DEPOSITION DU ROY DE NAVARRE

DANS LE PROCES CRIMINEL CONTRE LE Sr DE LA MOLLE, LE COMTE COCONNAS ET AUTRES.

[1]Madame, Je m’estime tres heureux du commandement qu’il vous plaist me faire. Encores que par droict je ne sois obligé de respondre

  1. Cette allocution est adressée à la reine mère, Catherine de Médicis, fille de Laurent de Médicis, duc d’Urbin, et de Madeleine de la Tour, comtesse d’Auvergne et de Lauraguais, née à Florence en 1519, mariée en 1533 à Henri, dauphin de France, depuis Henri II, veuve de ce prince le 18 juin 1559, morte le 9 janvier 1589.
    Les huguenots, sur l’espérance de voir le duc d’Alençon se mettre à leur tête, s’étaient concertés pour reprendre les armes, ce qu’ils commencèrent à exécuter sur plusieurs points avec succès, le mardi gras, 22 février 1574. Ils se trouvèrent partout sur le pied de guerre le 10 mars suivant, jour où ils avaient espéré que le duc d’Alençon et le roi de Navarre pourraient s’échapper de la cour et venir se joindre à eux. Mais l’irrésolution et la timidité du duc d’Alençon décidèrent La Mole, son favori, à aller tout découvrir au Roi. Catherine de Médicis vit là des vengeances personnelles à exercer et aggrava beaucoup cette affaire, qui se termina par le supplice de La Mole, du comte de Coconnas, autre favori du duc d’Alençon, et de François de Tourtay. Toute la procédure nous est parvenue. Le Roi dès l’abord avait interrogé lui-même le duc d’Alençon et le roi de Navarre. « Le premier, dit Mézeray, advoua tout, sans se soucier de mettre en peine ceux qu’il avoit employez : l’autre n’embarrassa ny luy ny ses amis. » Le 26 mars les deux princes, se trouvant à Vincennes avec la cour, qui avait affecté de s’y retirer en grand effroi, se virent ôter leurs épées ; et bientôt ils furent constitués prisonniers. Enfin, le 13 avril, le duc d’Alençon et le roi de Navarre furent interrogés dans les formes. « Le premier, dit encore Mézeray, respondit en criminel, laschement et en tremblant ; l’autre en accusateur plutôt qu’en accusé, avec des reproches qui firent perdre contenance à la Reyne mere. » Ce fut là en effet l’une des conjonctures les plus graves où se soit trouvé le roi de Navarre.

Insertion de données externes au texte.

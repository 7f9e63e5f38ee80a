/**
 * Cut lengths worked by hand from the standards' tables; gaps and gaskets 1/8 in, no gasket at the sheet's own end.
 * Sources: ASME B16.9 (butt-weld), B16.5 (flanges), B16.11 (socket-weld), B16.10 (valves, from memory), MSS SP-97 (outlets, from memory).
 */
import { describe, expect, it } from "vitest";
import { buildModel } from "../../../iso/run/build-model";
import { emptyMarks } from "../../../iso/run/marks";
import type { Model } from "../../../iso/run/model-types";
import type { RunDocument } from "../../../iso/run/document";
import { cap, elbow, end, flange, outlet, pipe, reducer, RunBuilder, tee, valve } from "../../fixtures/run-builder";
import { firstRun, slopedDrain } from "../../fixtures/sample-runs";

const INCH = 25.4;
const build = (document: RunDocument): Model => buildModel(document, emptyMarks(), []);
const cuts = (model: Model): number[] => model.pieces.map((p) => p.cutLengthMm / INCH);
const close = (found: readonly number[], wanted: readonly number[]): void => {
  expect(found).toHaveLength(wanted.length);
  wanted.forEach((length, i) => expect(found[i]).toBeCloseTo(length, 9));
};
/** Inches without float dust. */
const inches = (mm: number): number => Math.round((mm / INCH) * 1e6) / 1e6;
const open = end("open", "BEVEL");

describe("butt-weld and flanges", () => {
  it("first run: 28 1/4, 19 3/4, 13 and 25 5/8 in (B16.9, B16.5, B16.10)", () => {
    close(cuts(build(firstRun)), [28.25, 19.75, 13, 25.625]);
  });

  it("NPS 4 weld-neck class 150 face to LR 90 centre 37 1/2: 28 1/4 (3 hub, 6 take-out, two gaps); class 600: 27 (hub 4 + 1/4 face)", () => {
    const at = (ratingClass: 150 | 600) => new RunBuilder("T", "imperial").start(flange({ ratingClass })).go("E", `37 1/2"`).go("N", `3'`, open).done();
    expect(cuts(build(at(150)))[0]).toBeCloseTo(28.25, 9);
    const heavy = build(at(600)).pieces[0]!;
    expect(heavy.cutLengthMm / INCH).toBeCloseTo(27, 9);
    expect(heavy.terms.map((t) => [t.label, inches(t.valueMm)])).toEqual([
      ["face to centre", 37.5], ["weld-neck hub", -4], ["raised face", -0.25], ["root gap", -0.125], ["LR 90 take-out", -6], ["root gap", -0.125],
    ]);
  });

  it("NPS 4 45° elbow centre to gate-valve centre, class 150, 36: 25 5/8 (2 1/2, half of 9, gasket 1/8, hub 3, two gaps)", () => {
    const model = build(new RunBuilder("T").start(flange()).go("E", `3'`).go("NE", `3'`, valve()).done());
    const piece = model.pieces[1]!;
    expect(piece.cutLengthMm / INCH).toBeCloseTo(25.625, 9);
    expect(piece.terms.map((t) => [t.kind, inches(t.valueMm)])).toEqual([
      ["centre-to-centre", 36], ["take-out", -2.5], ["root-gap", -0.125], ["take-out", -4.5], ["gasket", -0.125], ["take-out", -3], ["root-gap", -0.125],
    ]);
    expect(piece.terms.filter((t) => t.unconfirmed).map((t) => t.label)).toEqual(["half the gate valve"]);
  });

  it("a face dimension that includes the gasket takes it off the pipe", () => {
    const at = (faceIncludesGasket: boolean) => cuts(build(new RunBuilder("T", "imperial", { faceIncludesGasket }).start(flange()).go("E", `37 1/2"`).go("N", `3'`, open).done()))[0]!;
    expect(at(false) - at(true)).toBeCloseTo(0.125, 9);
  });

  it("sets a slip-on back by its setting, never by its hub (common practice)", () => {
    const model = build(new RunBuilder("T").start(flange({ flange: "slip-on" })).go("E", `3'`, open).done());
    expect(cuts(model)).toEqual([expect.closeTo(36 - 0.25, 9)]);
    expect(model.joints.find((j) => j.number === "1")?.kind).toBe("slip-on");
    expect(model.pieces[0]!.ends.map((e) => e.prep)).toEqual(["square", "bevel"]);
  });

  it("a flange pair within a run: the point is the face, the gasket lies on the side stated", () => {
    const at = (gasketSide: "before" | "after") => cuts(build(new RunBuilder("T").start(open).go("E", `3'`, flange({ gasketSide })).go("E", `4'`, open).done()));
    close(at("after"), [36 - 3 - 0.125, 48 - 0.125 - 3 - 0.125]);
    close(at("before"), [36 - 0.125 - 3 - 0.125, 48 - 3 - 0.125]);
  });

  it("a cap's point is its outside end: 24 in to it leaves 21 3/8 of NPS 4 (cap 2 1/2, B16.9, one gap)", () => {
    close(cuts(build(new RunBuilder("T").start(open).go("E", `2'`, cap).done())), [21.375]);
  });

  it("fittings one root gap apart are welded face to face: one weld, no pipe", () => {
    const model = build(new RunBuilder("T").start(flange()).go("E", `3'`).go("U", `12 1/8"`).go("E", `3'`, open).done());
    expect(model.pieces).toHaveLength(2);
    expect(model.joints.filter((j) => j.number !== null).map((j) => j.key)).toEqual(["p1:out", "p2:in", "p3:in", "p3:out"]);
    expect(model.joints.find((j) => j.key === "p3:in")).toMatchObject({ a: "p2", b: "p3", gapMm: expect.closeTo(3.175, 9) });
    expect(model.problems.map((p) => p.code)).not.toContain("negative-length");
  });
});

describe("socket-weld", () => {
  it("NPS 1 class 3000, two 90s, 24 centre to centre, 1/16 pull-back in each socket: 22 1/8 (B16.11)", () => {
    const model = build(new RunBuilder("T", "imperial", { pipe: pipe("1", "80") }).start(open).go("E", `2'`, elbow("sw-90")).go("U", `24"`, elbow("sw-90")).go("E", `2'`, open).done());
    expect(cuts(model)[1]).toBeCloseTo(22.125, 9);
    expect(model.pieces[1]!.ends.map((e) => e.prep)).toEqual(["square", "square"]);
  });
});

describe("small parts", () => {
  const one = { pipe: pipe("1", "80") };

  it("NPS 1 coupling class 3000, laying length 1/2: 1/4 and a pull-back off each pipe (B16.11)", () => {
    close(cuts(build(new RunBuilder("T", "imperial", one).start(open).go("E", `2'`, { kind: "coupling", half: false }).go("E", `3'`, open).done())), [24 - 0.25 - 0.0625, 36 - 0.25 - 0.0625]);
  });

  it("NPS 1 socket-weld flange class 150: hub 11/16 less the 1/2 socket, and the pull-back (B16.5, B16.11)", () => {
    close(cuts(build(new RunBuilder("T", "imperial", one).start(flange({ flange: "socket-weld" })).go("E", `2'`, open).done())), [24 - 0.1875 - 0.0625]);
  });

  it("stub-in 2 on 6: the blank reaches the ears of the saddle, sqrt(3.3125² - 1.0335²) from the run's centre line (geometry)", () => {
    const model = build(new RunBuilder("T", "imperial", { pipe: pipe("6") }).start(flange()).go("E", `3'`, { kind: "stub-in", branchNps: "2" }).go("E", `3'`, open).branch(2).go("U", `2'`, open).done());
    expect(cuts(model)[1]).toBeCloseTo(24 - Math.sqrt(3.3125 ** 2 - 1.0335 ** 2) - 0.125, 9);
    expect(model.spools).toHaveLength(1);
    expect(model.joints.find((j) => j.kind === "branch")).toMatchObject({ key: "p2:branch", a: "p2" });
  });
});

describe("branches and reducers", () => {
  it("outlet 2 on 6: its weld end stands 4 13/16 from the run's centre line (half of 6.625 plus 1 1/2)", () => {
    const model = build(new RunBuilder("T", "imperial", { pipe: pipe("6") }).start(flange()).go("E", `3'`, outlet("2")).go("E", `3'`, open).branch(2).go("U", `2'`, open).done());
    const part = model.components.find((c) => c.kind === "outlet")!;
    expect(part.ports.find((p) => p.id === "branch")!.position[2] / INCH).toBeCloseTo(4.8125, 9);
    const branch = model.pieces.find((p) => p.runId === "run-1")!;
    expect(branch.cutLengthMm / INCH).toBeCloseTo(24 - 4.8125 - 0.125, 9);
    expect(branch.nps).toBe("2");
    expect(model.pieces.filter((p) => p.runId === "main").map((p) => p.terms.filter((t) => t.kind === "centre-to-centre").length)).toEqual([2]);
  });

  it("eccentric reducer 6 x 4: the centre line shifts 1 1/16 towards the flat side, back again when it goes up", () => {
    const down = build(new RunBuilder("T", "imperial", { pipe: pipe("6") }).start(flange()).go("E", `3'`, reducer("4", "eccentric", "D")).go("E", `3'`, open).done());
    expect(down.legs[1]!.from[2] / INCH).toBeCloseTo(-1.0625, 9);
    expect(down.nodes[2]!.position[2] / INCH).toBeCloseTo(-1.0625, 9);
    expect(cuts(down)[1]).toBeCloseTo(36 - 5.5 - 0.125, 9);
    const up = build(new RunBuilder("T", "imperial", { pipe: pipe("4") }).start(flange()).go("E", `3'`, reducer("6", "eccentric", "D")).go("E", `3'`, open).done());
    expect(up.legs[1]!.from[2] / INCH).toBeCloseTo(1.0625, 9);
    close(cuts(up), [36 - 3 - 0.125 - 5.5 - 0.125, 36 - 0.125]);
  });

  it("reducing tee 6 x 4: run 5 5/8, branch 5 1/8 (B16.9)", () => {
    const model = build(new RunBuilder("T", "imperial", { pipe: pipe("6") }).start(open).go("E", `3'`, tee("4")).go("E", `3'`, open).branch(2).go("N", `2'`, open).done());
    close(cuts(model), [36 - 5.625 - 0.125, 36 - 5.625 - 0.125, 24 - 5.125 - 0.125]);
  });

  it("a tee that turns the run: what arrives stands on its run, the leaving pipe on its branch", () => {
    const model = build(new RunBuilder("T", "imperial", { pipe: pipe("6") }).start(open).go("E", `3'`, tee()).go("N", `3'`, open).branch(2).go("E", `2'`, open).done());
    close(cuts(model), [36 - 5.625 - 0.125, 36 - 5.625 - 0.125, 24 - 5.625 - 0.125]);
    expect(model.problems.filter((p) => p.severity === "stop")).toEqual([]);
  });
});

describe("elbows off their angle", () => {
  it("NPS 6 LR trimmed to 40°: take-out 83.2 mm from the inch table, 83.3 from the millimetre table", () => {
    const at = (units: "imperial" | "metric") => build(new RunBuilder("T", units, { pipe: pipe("6") }).start(open).go("N", units === "metric" ? "1000" : `40"`).go("040/0", units === "metric" ? "1000" : `40"`, open).done());
    for (const [units, mm] of [["imperial", 83.2], ["metric", 83.3]] as const) {
      const part = at(units).components.find((c) => c.kind === "trimmed-elbow")!;
      expect(part.angleRad).toBeCloseTo((40 * Math.PI) / 180, 9);
      const term = at(units).pieces[0]!.terms.find((t) => t.kind === "take-out")!;
      expect(-term.valueMm).toBeCloseTo(mm, 1);
    }
  });

  it("a riser from a line sloped 1/4 in per ft turns 88.81°: a standard 90 with the mismatch split, take-out A cos 45 / cos(θ/2)", () => {
    const model = build(slopedDrain);
    const riser = model.components.filter((c) => c.kind === "elbow")[0]!;
    const degrees = (riser.angleRad! * 180) / Math.PI;
    expect(degrees).toBeCloseTo(88.81, 2);
    const term = model.pieces[0]!.terms.find((t) => t.kind === "take-out" && t.componentId === riser.id)!;
    expect(-term.valueMm / INCH).toBeCloseTo((4.5 * Math.SQRT1_2) / Math.cos(riser.angleRad! / 2), 9);
    const welds = model.joints.filter((j) => j.pointId === riser.pointId);
    expect(welds.map((j) => (j.mismatchRad * 180) / Math.PI)).toEqual([expect.closeTo(0.597, 3), expect.closeTo(0.597, 3)]);
  });

  it("91.19° takes a standard 90 too; over 90° past the setting nothing can be trimmed from a 90", () => {
    const at = (degreesUp: number, within: number) => build(new RunBuilder("T", "imperial", { standardElbowWithinDeg: within }).start(open).go("E", `5'`).go(`270/${degreesUp}`, `5'`, open).done());
    expect(at(90 - 1.19, 3).components.map((c) => c.kind)).toEqual(["elbow"]);
    expect(at(90 - 1.19, 3).problems.map((p) => p.code)).toContain("elbow-mismatch");
    expect(at(90 - 1.19, 1).problems.filter((p) => p.severity === "stop").map((p) => p.code)).toEqual(["trim-over-90"]);
  });

  it("the tabulated 45° take-out is not R tan 22.5° (NPS 6: 3 3/4 in against 3.728): the table is used", () => {
    const model = build(new RunBuilder("T", "imperial", { pipe: pipe("6") }).start(open).go("E", `5'`).go("NE", `5'`, open).done());
    expect(-model.pieces[0]!.terms.find((t) => t.kind === "take-out")!.valueMm / INCH).toBeCloseTo(3.75, 9);
  });
});

describe("metric lines", () => {
  it("use the tables' millimetre columns: NPS 6 LR 229, not 228.6", () => {
    const model = build(new RunBuilder("T", "metric", { pipe: pipe("6") }).start(open).go("E", "1000").go("N", "1000", open).done());
    expect(model.pieces[0]!.terms.find((t) => t.kind === "take-out")!.valueMm).toBe(-229);
    expect(model.pieces[0]!.cutLengthMm).toBeCloseTo(1000 - 229 - 3, 9);
    expect(model.spools[0]!.materials.map((m) => m.size)).toEqual(["DN 150", "DN 150"]);
  });
});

Cette déposition, où il raconte toute sa vie, put faire juger dès lors quel grand homme serait ce prince, qui n’avait pas encore accompli sa vingt et unième année. La reine Marguerite nous apprend dans ses mémoires que ce fut elle qui rédigea cette pièce remarquable. « Le Roy mon mary, n’ayant lors personne de conseil auprès de luy, me commanda de dresser par escrit ce qu’il auroit à respondre, afin que par ce qu’il diroit il ne mist ni luy ni personne en peine. Dieu me fit la grâce de le dresser si bien qu’il en demeura satisfaict, et les commissaires estonnez de le voir si bien preparé. » Nouvelle édition de M. F. Guessard, p. 40.